A crucial step in the derivation is

[q (a ∨ b)] [(q a) ∨ (q b)]

but this is a form of independence of premise.

For example, let a be the statement "my theory is consistent" and b be the statement "my theory is inconsistent".

Neither a nor b have a prove in your theory, by Gödel.

Let q be just true.

Then a ∨ b says "my theory is consistent or inconsistent" and that's true by excluded middle. So [q (a ∨ b)] is also true.

Now [(q a) ∨ (q b)] is also classically true, but it has nothing to do with two implications anymore. It's "true only formally".

Now say we gent that

[p (not r ∨ not p)] [(p not r) ∨ (p not p)]

Then it indeed follows that

(p not r)

holds.

In turn, it holds that

((not not p) not r)

Now in OP's post we want to arrive at

(not r ∨ not p)

To get there, we must also accept that

((not not p) ∨ not p)

I.e. weak excluded middle for p.

r.i.p.,

it didn't take the nicely formatted arrows, ->

Sorry for being unreadable

>t. am i a midwit?

very possible

maybe study a bit more? discrete math is not remotely hard but it is also not calculus. you can't just do a few problems a section then show up to exams and get an A. you have to study a tad bit more

>how hard is something i didn't learn?

very.

be ready to fail big time i mean not even one correct answer

insanely easy, however if you literally only attended the final then that's your fault for failing.

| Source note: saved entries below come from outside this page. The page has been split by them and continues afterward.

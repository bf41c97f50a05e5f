using System.Text.RegularExpressions;
using ExprModel.Web.Hosting;
using ExprModel.Web.Simulation;

namespace ExprModel.Web.Workspace;

/// <summary>
/// The files of one expression upload laid out for the library's reader in a private folder: one table as sent, or a
/// Matrix Market matrix with its sidecars (sent as several files or in one .zip / .tar.gz archive), sorted by
/// <see cref="MatrixMarketParts"/> and placed under the names the reader looks for (genes.tsv, barcodes.tsv beside the
/// matrix). <see cref="Translate"/> puts the user's own file names back into the reader's messages.
/// </summary>
public sealed class ExpressionParts
{
    /// <summary>What the reader opens: the table, or the matrix (its sidecars lie beside it).</summary>
    public required string TablePath { get; init; }
    /// <summary>How messages and built models name the table (the matrix's name for Matrix Market).</summary>
    public required string TableName { get; init; }
    /// <summary>The sorted Matrix Market files, or null for an ordinary table.</summary>
    public MatrixMarketParts? MatrixMarket { get; init; }
    private IReadOnlyDictionary<string, string> ReaderNames { get; init; } = new Dictionary<string, string>();

    /// <summary>Most files one upload may carry (before archives are opened).</summary>
    public const int MaxFiles = 8;

    /// <summary>Writes the upload into <paramref name="folder"/>, opening archives and sorting Matrix Market parts.</summary>
    /// <exception cref="UserInputException">An empty file, a bad archive, or Matrix Market parts that do not fit together.</exception>
    /// <exception cref="UploadTooLargeException">An archive or sidecar inflates past the limits.</exception>
    public static ExpressionParts Receive(IReadOnlyList<UploadedFile> upload, string folder, UploadLimits limits, CancellationToken cancel = default)
    {
        if (upload.Count == 0) throw new UserInputException("expression: no file was sent.");
        if (upload.Count > MaxFiles)
            throw new UserInputException($"expression: {upload.Count} files; at most {MaxFiles} (a matrix with its genes and barcodes files, or one archive).");
        var received = new List<ReceivedFile>();
        for (int i = 0; i < upload.Count; i++)
        {
            var file = upload[i];
            if (file.Bytes.Length == 0) throw new UserInputException($"{Path.GetFileName(file.Name)}: the file is empty (0 bytes).");
            var dir = Directory.CreateDirectory(Path.Combine(folder, "upload", (i + 1).ToString(System.Globalization.CultureInfo.InvariantCulture))).FullName;
            if (UploadArchive.Detect(file) != UploadArchive.Kind.None)
            {
                var entries = UploadArchive.Expand(file with { Name = Path.GetFileName(file.Name) }, dir, limits.MaxDecompressedBytes, cancel);
                if (entries.Count == 0) throw new UserInputException($"{Path.GetFileName(file.Name)}: the archive holds no files.");
                received.AddRange(entries);
                continue;
            }
            var path = Path.Combine(dir, ExpressionSession.SafeName(file.Name, "table.csv"));
            File.WriteAllBytes(path, file.Bytes);
            received.Add(new ReceivedFile(Path.GetFileName(file.Name), path));
        }
        var parts = MatrixMarketParts.Identify(received, limits, cancel);
        if (parts is null) return new ExpressionParts { TablePath = received[0].Path, TableName = received[0].Name };

        // The reader finds the sidecars by name beside the matrix; the matrix keeps its own name.
        var layout = Directory.CreateDirectory(Path.Combine(folder, "matrix-market")).FullName;
        var matrixName = ExpressionSession.SafeName(parts.Matrix.FileName, "matrix.mtx");
        if (matrixName is GenesName or CellsName) matrixName = "matrix.mtx";
        ReceivedFile Move(ReceivedFile file, string name)
        {
            File.Move(file.Path, Path.Combine(layout, name));
            return file with { Path = Path.Combine(layout, name) };
        }
        var placed = new MatrixMarketParts
        {
            Matrix = Move(parts.Matrix, matrixName),
            Genes = Move(parts.Genes, GenesName),
            Cells = Move(parts.Cells, CellsName),
            Rows = parts.Rows,
            Columns = parts.Columns,
            Entries = parts.Entries,
        };
        return new ExpressionParts
        {
            TablePath = placed.Matrix.Path,
            TableName = parts.Matrix.Name,
            MatrixMarket = placed,
            ReaderNames = new Dictionary<string, string>
            {
                [matrixName] = parts.Matrix.Name,
                [GenesName] = parts.Genes.Name,
                [CellsName] = parts.Cells.Name,
            },
        };
    }

    private const string GenesName = "genes.tsv";
    private const string CellsName = "barcodes.tsv";

    /// <summary>A reader's message with the files named as the user sent them.</summary>
    public string Translate(string message)
    {
        foreach (var (reader, user) in ReaderNames.Where(n => n.Key != n.Value).OrderByDescending(n => n.Key.Length))
            message = Regex.Replace(message, $@"(?<![\w./-]){Regex.Escape(reader)}(?![\w.-])", user.Replace("$", "$$"));
        return message;
    }
}
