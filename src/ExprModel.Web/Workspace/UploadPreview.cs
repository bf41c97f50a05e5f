using ExprModel.Web.Hosting;

namespace ExprModel.Web.Workspace;

/// <summary>
/// What the Load page shows of an upload before it is read for real: the first lines of the table (or of the Matrix
/// Market matrix), and for Matrix Market which file was taken for which part. Archives are opened and the parts sorted
/// in a private folder deleted at once, so a bad archive or a missing sidecar is reported on upload.
/// </summary>
public sealed record UploadPreview(IReadOnlyList<string> Lines, string? Summary)
{
    /// <exception cref="Simulation.UserInputException">The upload cannot be used (named file and reason).</exception>
    /// <exception cref="UploadTooLargeException">An archive or sidecar inflates past the limits.</exception>
    public static UploadPreview Of(IReadOnlyList<UploadedFile> files, UploadLimits limits, CancellationToken cancel = default)
    {
        if (files.Count == 1 && UploadArchive.Detect(files[0]) == UploadArchive.Kind.None && !LooksLikeMatrix(files[0]))
            return new UploadPreview(TablePreview.FirstLines(files[0].Bytes, files[0].Name), null);
        var dir = Path.Combine(Path.GetTempPath(), "exprmodel-preview-" + Guid.NewGuid().ToString("N"));
        try
        {
            var parts = ExpressionParts.Receive(files, dir, limits, cancel);
            if (parts.MatrixMarket is { } m) return new UploadPreview(MatrixEntries(m), m.Summary);
            var table = new ReceivedFile(parts.TableName, parts.TablePath);
            return new UploadPreview(TablePreview.FirstLines(table), $"{parts.TableName}: the table taken from the archive.");
        }
        finally
        {
            try { Directory.Delete(dir, recursive: true); } catch (IOException) { }
        }
    }

    /// <summary>The matrix's first stored values under a heading (banner, comments and size line are in the summary).</summary>
    private static IReadOnlyList<string> MatrixEntries(MatrixMarketParts m)
    {
        var entries = TablePreview.FirstLines(m.Matrix, 64).Where(l => l.Length > 0 && !l.StartsWith('%')).Skip(1).Take(7)
            .Select(l => string.Join('\t', l.Split([' ', '\t'], StringSplitOptions.RemoveEmptyEntries)));
        return ["row (gene)\tcolumn (cell)\tvalue", .. entries];
    }

    /// <summary>A lone matrix is sorted like the parts so its missing sidecars are named at once.</summary>
    private static bool LooksLikeMatrix(UploadedFile file) =>
        TablePreviewHead(file).StartsWith("%%MatrixMarket", StringComparison.Ordinal);

    private static string TablePreviewHead(UploadedFile file)
    {
        try { return TablePreview.FirstLines(file.Bytes, file.Name, 1)[0]; }
        catch (Simulation.UserInputException) { return ""; }
    }
}
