using ExprModel.Web.Simulation;

namespace ExprModel.Web.Workspace;

/// <summary>
/// One of the <see cref="SimulationGate"/>'s slots held by a background job while its own thread simulates: a gate run
/// whose work only waits until the lease is disposed. The gate's per-request cap still ends the hold (the slot is then
/// free again and the job takes a new lease at its next model evaluation).
/// </summary>
public sealed class GateLease : IDisposable
{
    private readonly ManualResetEventSlim _release = new();
    private Task _holding = Task.CompletedTask;

    private GateLease() { }

    /// <summary>Waits for a free slot (as every simulation request does) and holds it.</summary>
    /// <exception cref="SimulationTimeoutException">No slot came free within the gate's cap.</exception>
    public static async Task<GateLease> AcquireAsync(SimulationGate gate, CancellationToken cancel)
    {
        var lease = new GateLease();
        var held = new TaskCompletionSource(TaskCreationOptions.RunContinuationsAsynchronously);
        lease._holding = gate.RunAsync(token =>
        {
            held.TrySetResult();
            WaitHandle.WaitAny([lease._release.WaitHandle, token.WaitHandle]);
            return 0;
        }, cancel);
        // A hold that ends by the gate's cap is not an error of the job: observe it so it is not reported as unobserved.
        _ = lease._holding.ContinueWith(t => t.Exception, TaskContinuationOptions.OnlyOnFaulted | TaskContinuationOptions.ExecuteSynchronously);
        await Task.WhenAny(held.Task, lease._holding).ConfigureAwait(false);
        if (!held.Task.IsCompleted) await lease._holding.ConfigureAwait(false);
        return lease;
    }

    public void Dispose() => _release.Set();
}
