using System.Globalization;
using ExprModel.Core.Cell;
using ExprModel.Core.Models;
using ExprModel.Core.Perturbation;
using ExprModel.Web.Export;
using ExprModel.Web.Simulation;

namespace ExprModel.Web.Workspace;

/// <summary>
/// The Workbench's virtual knock-down: every entry of the model, or every gene when the model was built from expression,
/// at one level (the library's <see cref="Knockdown"/> and <see cref="GeneKnockdowns"/>), ranked per read-out.
/// </summary>
public sealed class KnockdownRun(ModelRunner runner, SimulationGate gate, Func<ModelDocument?> current, Func<Task> changed) : IDisposable
{
    /// <summary>The read-out "which genes set the rheobase" ranks by.</summary>
    public const string Rheobase = "rheobase";

    public BackgroundJob Job { get; } = new(gate, changed);
    public KnockdownReport? Report { get; private set; }
    /// <summary>The model the report was measured on (its JSON), to tell when the controls have moved on.</summary>
    public string? MeasuredModelJson { get; private set; }
    public string MeasuredModelName { get; private set; } = "";
    /// <summary>What the report knocked down: channel entries or genes.</summary>
    public KnockdownKind Kind { get; private set; }
    /// <summary>The read-out the tornado plot and the table rank by; null = every read-out in the table.</summary>
    public string? Readout { get; set; } = Rheobase;
    /// <summary>Fraction of each density (or expression) left: 0 = removed, 0.5 = half.</summary>
    public double Level { get; private set; } = 0.5;
    /// <summary>Bars drawn in the tornado plot (the table has every target).</summary>
    public int TornadoBars { get; set; } = 15;

    /// <summary>True when the model records the genes it was built from (its derivation), so genes can be knocked down.</summary>
    public bool HasGenes(ModelDocument doc)
    {
        if (_genesOf is { } known && ReferenceEquals(known.Doc.Derivation, doc.Derivation) && known.Doc.Channels.Count == doc.Channels.Count) return known.Has;
        bool has;
        if (doc.Derivation is null) has = false;
        else
        {
            try { has = GeneKnockdowns.Targets(doc, runner.Compile(doc).Model, 0).Count > 0; }
            catch (Exception e) when (e is ArgumentException or UserInputException) { has = false; }
        }
        _genesOf = (doc, has);
        return has;
    }

    private (ModelDocument Doc, bool Has)? _genesOf;

    /// <summary>Sets the level from a percentage typed by the user (0 to 100); false with nothing changed for anything else.</summary>
    public bool SetLevelPercent(string? text)
    {
        if (!double.TryParse(text, NumberStyles.Float, CultureInfo.InvariantCulture, out var pct) || !(pct is >= 0 and <= 100)) return false;
        Level = pct / 100;
        return true;
    }

    public void SetLevel(double level) => Level = level is >= 0 and <= 1 ? level
        : throw new ArgumentOutOfRangeException(nameof(level), "a knock-down level lies in [0, 1].");

    /// <summary>"Which genes set the rheobase": genes when the model has them, else entries, ranked by rheobase.</summary>
    public void WhichSetRheobase()
    {
        Readout = Rheobase;
        if (current() is { } doc) Start(HasGenes(doc) ? KnockdownKind.Gene : KnockdownKind.Channel);
    }

    /// <summary>Knocks down every target of <paramref name="kind"/> at <see cref="Level"/> on the model as the controls set it now.</summary>
    public void Start(KnockdownKind kind)
    {
        if (current() is not { } doc) return;
        double level = Level;
        Job.Start((checkpoint, token) =>
        {
            var cell = runner.Compile(doc).Model;
            var targets = kind == KnockdownKind.Gene ? GeneKnockdowns.Targets(doc, cell, level)
                : KnockdownTarget.Channels(new DensityProbe(cell, Knockdown.DefaultSettings).ChannelLabels, level);
            Job.Report(0, targets.Count);
            return Knockdown.Run(cell, targets, level, progress: (done, all) => { Job.Report(done, all); checkpoint(); }, cancel: token);
        }, report =>
        {
            Report = report;
            Kind = kind;
            MeasuredModelJson = doc.ToJson();
            MeasuredModelName = doc.Name;
        });
    }

    /// <summary>The rows the table shows: the chosen read-out's targets ranked, or every read-out's.</summary>
    public IReadOnlyList<KnockdownChange> Rows() =>
        Report is null ? [] : Readout is { } r ? Report.Ranked(r) : Report.AllRanked();

    /// <summary>The tornado plot's bars for the chosen read-out (the largest effects, at most <see cref="TornadoBars"/>).</summary>
    public TornadoChart? Tornado() =>
        Report is null || Readout is null ? null : TornadoChart.From(Report.Ranked(Readout), Readout, TornadoBars);

    /// <summary>Every change as CSV (the same columns as `exprmodel knockdown --format csv`), with the caution; null before a run.</summary>
    public DownloadFile? Csv()
    {
        if (Report is null) return null;
        var notes = new[]
        {
            ResearchCaution.Text, $"model: {MeasuredModelName}",
            $"level {Report.Level.ToString(CultureInfo.InvariantCulture)} of each "
                + $"{(Kind == KnockdownKind.Gene ? "gene's expression" : "channel's density")}; read-outs with "
                + $"{ReadoutScales.Percent(Knockdown.DefaultSettings.RheobaseRelativeTolerance)} rheobase grid",
        }.Concat(Report.Failures.Select(f => $"{f.Key}: {f.Value}"));
        var csv = new ExprModel.Core.Export.CsvTable(notes,
            ["readout", "unit", "target", "kind", "intact", "knocked_down", "change", "relative_change", "lost"]);
        foreach (var c in Report.AllRanked())
            csv.Row([c.Readout, c.Unit, c.Target, c.Kind.ToString().ToLowerInvariant(), c.Intact, c.KnockedDown, c.Change, c.RelativeChange, c.Lost]);
        return new("knockdown.csv", "text/csv", csv.ToString());
    }

    public void Dispose() => Job.Dispose();
}
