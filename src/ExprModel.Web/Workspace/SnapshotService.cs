using System.Text.Json;
using ExprModel.Core.Models;
using ExprModel.Data.Store;
using ExprModel.Web.Simulation;

namespace ExprModel.Web.Workspace;

/// <summary>Saves and opens shared snapshots: pins the model, takes its read-outs, and writes it in one transaction.</summary>
/// <param name="maxSnapshotBytes">Largest stored snapshot (model, protocol, read-outs, notes, expression table),
/// <see cref="Hosting.WebOptions.MaxSnapshotMegabytes"/>.</param>
public sealed class SnapshotService(SnapshotStore store, ModelRunner runner, long maxSnapshotBytes = long.MaxValue)
{
    public static readonly JsonSerializerOptions Json = new(JsonSerializerDefaults.Web)
    {
        NumberHandling = System.Text.Json.Serialization.JsonNumberHandling.AllowNamedFloatingPointLiterals,
    };

    /// <summary>For requests: as <see cref="Json"/>, but an unknown field is refused by name (as the model file refuses one), never ignored.</summary>
    public static readonly JsonSerializerOptions StrictJson = new(Json)
    {
        UnmappedMemberHandling = System.Text.Json.Serialization.JsonUnmappedMemberHandling.Disallow,
    };

    public SnapshotStore Store => store;

    /// <param name="recorded">What was recorded from the model's cell or group, stored beside its read-outs.</param>
    public async Task<(Snapshot Snapshot, ReadoutSet Readouts)> SaveAsync(ModelDocument model, SnapshotProtocol protocol, string notes,
        string? parentId, byte[]? expression, string? expressionName, CancellationToken cancel, SnapshotRecorded? recorded = null)
    {
        if (parentId is not null && store.Find(parentId) is null) throw new UserInputException($"parentId: no shared model '{parentId}' exists.");
        var pinned = runner.Pin(model) with { Caution = ResearchCaution.Text };
        var readouts = await runner.ReadoutsAsync(pinned, cancel);
        var versions = pinned.Channels.Select(c => $"{c.Entry}@{c.Version}").Distinct().Order(StringComparer.Ordinal).ToArray();
        var snapshot = new NewSnapshot
        {
            ParentId = parentId,
            ModelJson = pinned.ToJson(),
            CatalogVersions = versions,
            ProtocolJson = JsonSerializer.Serialize(protocol, Json),
            ReadoutsJson = JsonSerializer.Serialize(readouts.Rows, Json),
            Notes = notes,
            Expression = expression,
            ExpressionName = expressionName,
            RecordedJson = recorded is null ? null : JsonSerializer.Serialize(recorded, Json),
        };
        CheckSize(snapshot);
        try
        {
            var snap = store.Save(snapshot);
            return (snap, readouts);
        }
        catch (SnapshotException e)
        {
            throw new UserInputException(e.Message);
        }
    }

    /// <summary>Refuses a snapshot larger than the server stores, naming its largest part (counted as stored: UTF-8 text and raw bytes).</summary>
    private void CheckSize(NewSnapshot s)
    {
        static long Utf8(string? text) => text is null ? 0 : System.Text.Encoding.UTF8.GetByteCount(text);
        (string Part, long Bytes)[] parts =
        [
            ("model", Utf8(s.ModelJson)), ("notes", Utf8(s.Notes)), ("expression", s.Expression?.LongLength ?? 0),
            ("read-outs and protocol", Utf8(s.ReadoutsJson) + Utf8(s.ProtocolJson) + Utf8(s.RecordedJson)),
        ];
        long total = parts.Sum(p => p.Bytes);
        if (total <= maxSnapshotBytes) return;
        var largest = parts.MaxBy(p => p.Bytes);
        throw new UserInputException($"{largest.Part}: the shared model would take {total / (1024.0 * 1024.0):0.##} MB ({largest.Part} "
            + $"{largest.Bytes / (1024.0 * 1024.0):0.##} MB), more than the {maxSnapshotBytes / (1024.0 * 1024.0):0.##} MB this server stores per "
            + $"snapshot ({Hosting.WebOptions.Section}:MaxSnapshotMegabytes). Share without the expression table, or shorten the notes.");
    }

    /// <summary>Opens a snapshot and re-runs its read-outs; null when there is no such snapshot.</summary>
    public async Task<OpenedSnapshot?> OpenAsync(string id, CancellationToken cancel)
    {
        var snap = store.Find(id);
        if (snap is null) return null;
        var model = ModelRunner.Parse(snap.ModelJson, $"snapshot {id}");
        var protocol = JsonSerializer.Deserialize<SnapshotProtocol>(snap.ProtocolJson, Json) ?? new SnapshotProtocol();
        var saved = JsonSerializer.Deserialize<List<ReadoutRow>>(snap.ReadoutsJson, Json) ?? [];
        var rerun = await runner.ReadoutsAsync(model, cancel);
        var recorded = snap.RecordedJson is { } r ? JsonSerializer.Deserialize<SnapshotRecorded>(r, Json) : null;
        return new OpenedSnapshot(snap, model, protocol, saved, rerun.Rows) { Recorded = recorded };
    }
}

I actually did get the minimum passing grade but only because 2 out of 4 problems were piss easy, designed for lazyhomosexuals like me so they don't have to see my ugly ass show up again and again

thanks for the perspective. i always had this stupid idea that if i can't learn a semester's worth of content in a day or two or if i don't get everything right away in a given topic i'm not cut out for it, so i always did the bare minimum to pass, i.e. study just enough to get a basic understanding and extensive use of cheat sheets

when is the conscientiousness pill coming out?